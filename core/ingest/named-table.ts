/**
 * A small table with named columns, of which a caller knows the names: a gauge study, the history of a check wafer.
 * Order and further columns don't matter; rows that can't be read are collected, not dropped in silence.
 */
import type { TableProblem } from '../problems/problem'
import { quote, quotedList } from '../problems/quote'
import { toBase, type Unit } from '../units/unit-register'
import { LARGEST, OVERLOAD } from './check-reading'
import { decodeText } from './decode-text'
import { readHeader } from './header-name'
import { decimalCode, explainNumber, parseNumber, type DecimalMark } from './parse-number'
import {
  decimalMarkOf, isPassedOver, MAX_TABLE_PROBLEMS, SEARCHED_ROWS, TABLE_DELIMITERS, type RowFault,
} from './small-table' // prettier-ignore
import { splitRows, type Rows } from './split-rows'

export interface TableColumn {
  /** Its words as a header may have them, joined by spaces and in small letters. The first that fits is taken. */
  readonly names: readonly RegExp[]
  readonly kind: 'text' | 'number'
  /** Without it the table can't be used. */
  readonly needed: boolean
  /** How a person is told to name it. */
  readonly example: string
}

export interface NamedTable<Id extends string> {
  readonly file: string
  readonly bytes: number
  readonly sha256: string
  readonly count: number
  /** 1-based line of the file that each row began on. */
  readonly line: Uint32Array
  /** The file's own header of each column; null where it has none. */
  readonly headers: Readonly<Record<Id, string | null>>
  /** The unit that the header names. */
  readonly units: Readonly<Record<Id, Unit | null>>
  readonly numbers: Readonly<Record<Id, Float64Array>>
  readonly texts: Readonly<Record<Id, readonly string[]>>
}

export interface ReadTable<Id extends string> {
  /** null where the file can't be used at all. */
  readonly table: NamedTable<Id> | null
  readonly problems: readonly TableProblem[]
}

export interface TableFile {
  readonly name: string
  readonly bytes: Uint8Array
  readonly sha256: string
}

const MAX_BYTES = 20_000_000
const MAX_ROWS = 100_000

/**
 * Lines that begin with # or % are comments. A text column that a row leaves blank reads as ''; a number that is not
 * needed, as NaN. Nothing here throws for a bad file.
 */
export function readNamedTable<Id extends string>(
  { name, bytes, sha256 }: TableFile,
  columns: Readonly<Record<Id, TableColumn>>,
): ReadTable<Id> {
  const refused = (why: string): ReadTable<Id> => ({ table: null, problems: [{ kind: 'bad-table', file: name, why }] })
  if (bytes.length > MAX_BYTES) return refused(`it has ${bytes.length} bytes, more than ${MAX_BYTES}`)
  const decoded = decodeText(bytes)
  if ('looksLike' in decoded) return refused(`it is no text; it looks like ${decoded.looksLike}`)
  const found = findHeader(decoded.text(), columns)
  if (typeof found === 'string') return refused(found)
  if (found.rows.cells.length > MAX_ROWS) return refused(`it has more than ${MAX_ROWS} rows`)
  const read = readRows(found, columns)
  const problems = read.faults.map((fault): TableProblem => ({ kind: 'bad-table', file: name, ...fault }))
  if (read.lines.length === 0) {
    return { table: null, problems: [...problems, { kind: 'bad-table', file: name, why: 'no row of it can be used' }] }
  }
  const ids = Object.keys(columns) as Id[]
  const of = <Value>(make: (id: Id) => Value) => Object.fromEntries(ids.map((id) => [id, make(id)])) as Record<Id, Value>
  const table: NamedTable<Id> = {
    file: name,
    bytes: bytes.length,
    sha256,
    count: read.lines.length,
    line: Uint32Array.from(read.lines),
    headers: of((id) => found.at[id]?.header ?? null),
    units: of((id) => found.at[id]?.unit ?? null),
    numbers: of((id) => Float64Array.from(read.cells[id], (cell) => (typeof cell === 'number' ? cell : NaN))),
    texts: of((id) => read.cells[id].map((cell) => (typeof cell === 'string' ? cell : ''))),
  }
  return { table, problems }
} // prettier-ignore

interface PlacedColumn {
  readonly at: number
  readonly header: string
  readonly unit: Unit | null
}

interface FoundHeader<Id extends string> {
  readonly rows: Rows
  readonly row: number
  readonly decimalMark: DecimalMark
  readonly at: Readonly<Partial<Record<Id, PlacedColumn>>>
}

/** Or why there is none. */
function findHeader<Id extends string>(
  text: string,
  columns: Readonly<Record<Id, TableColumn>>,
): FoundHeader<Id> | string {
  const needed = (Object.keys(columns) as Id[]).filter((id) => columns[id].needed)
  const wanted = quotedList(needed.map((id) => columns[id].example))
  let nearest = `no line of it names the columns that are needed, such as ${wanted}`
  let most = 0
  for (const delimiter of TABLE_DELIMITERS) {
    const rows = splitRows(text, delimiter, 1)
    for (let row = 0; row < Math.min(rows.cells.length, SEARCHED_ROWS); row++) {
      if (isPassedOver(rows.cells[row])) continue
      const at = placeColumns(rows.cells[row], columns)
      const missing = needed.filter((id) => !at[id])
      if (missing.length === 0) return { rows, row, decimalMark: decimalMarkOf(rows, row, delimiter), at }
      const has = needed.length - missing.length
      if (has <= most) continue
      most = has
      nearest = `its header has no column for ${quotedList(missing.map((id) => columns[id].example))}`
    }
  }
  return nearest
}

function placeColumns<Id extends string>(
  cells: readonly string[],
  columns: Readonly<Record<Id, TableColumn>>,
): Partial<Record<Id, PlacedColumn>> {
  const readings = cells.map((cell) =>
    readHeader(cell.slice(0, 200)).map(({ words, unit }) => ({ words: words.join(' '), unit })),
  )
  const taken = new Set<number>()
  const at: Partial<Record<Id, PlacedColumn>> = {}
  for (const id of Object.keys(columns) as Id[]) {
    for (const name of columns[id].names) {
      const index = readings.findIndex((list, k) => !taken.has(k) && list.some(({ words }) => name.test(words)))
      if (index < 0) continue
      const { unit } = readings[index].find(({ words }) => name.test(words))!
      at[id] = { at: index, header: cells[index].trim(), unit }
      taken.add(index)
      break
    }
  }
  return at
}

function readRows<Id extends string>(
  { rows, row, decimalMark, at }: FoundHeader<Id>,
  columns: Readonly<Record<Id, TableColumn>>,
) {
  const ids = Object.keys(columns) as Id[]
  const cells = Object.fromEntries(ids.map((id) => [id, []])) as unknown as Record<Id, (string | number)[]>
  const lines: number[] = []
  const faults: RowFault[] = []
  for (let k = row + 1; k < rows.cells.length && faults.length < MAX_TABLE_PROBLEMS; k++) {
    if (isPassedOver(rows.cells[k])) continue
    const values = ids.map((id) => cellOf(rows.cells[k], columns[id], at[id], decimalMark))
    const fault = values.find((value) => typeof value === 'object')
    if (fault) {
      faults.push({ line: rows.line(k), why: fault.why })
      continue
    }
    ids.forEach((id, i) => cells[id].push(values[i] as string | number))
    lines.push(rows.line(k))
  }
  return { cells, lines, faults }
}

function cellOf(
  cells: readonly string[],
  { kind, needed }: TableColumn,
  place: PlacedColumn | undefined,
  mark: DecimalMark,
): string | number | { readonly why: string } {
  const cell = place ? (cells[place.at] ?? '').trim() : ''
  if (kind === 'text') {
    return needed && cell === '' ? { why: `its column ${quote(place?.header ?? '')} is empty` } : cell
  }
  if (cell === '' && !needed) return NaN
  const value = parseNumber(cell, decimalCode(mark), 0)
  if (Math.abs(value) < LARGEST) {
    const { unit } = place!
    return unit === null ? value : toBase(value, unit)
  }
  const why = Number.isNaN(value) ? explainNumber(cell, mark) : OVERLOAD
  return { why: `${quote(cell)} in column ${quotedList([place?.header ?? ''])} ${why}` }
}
....................
Task item:
Report every line containing the word "interface" from the listing above.

Reply:
export interface TableColumn {
export interface NamedTable<Id extends string> {
export interface ReadTable<Id extends string> {
export interface TableFile {
interface PlacedColumn {
interface FoundHeader<Id extends string> {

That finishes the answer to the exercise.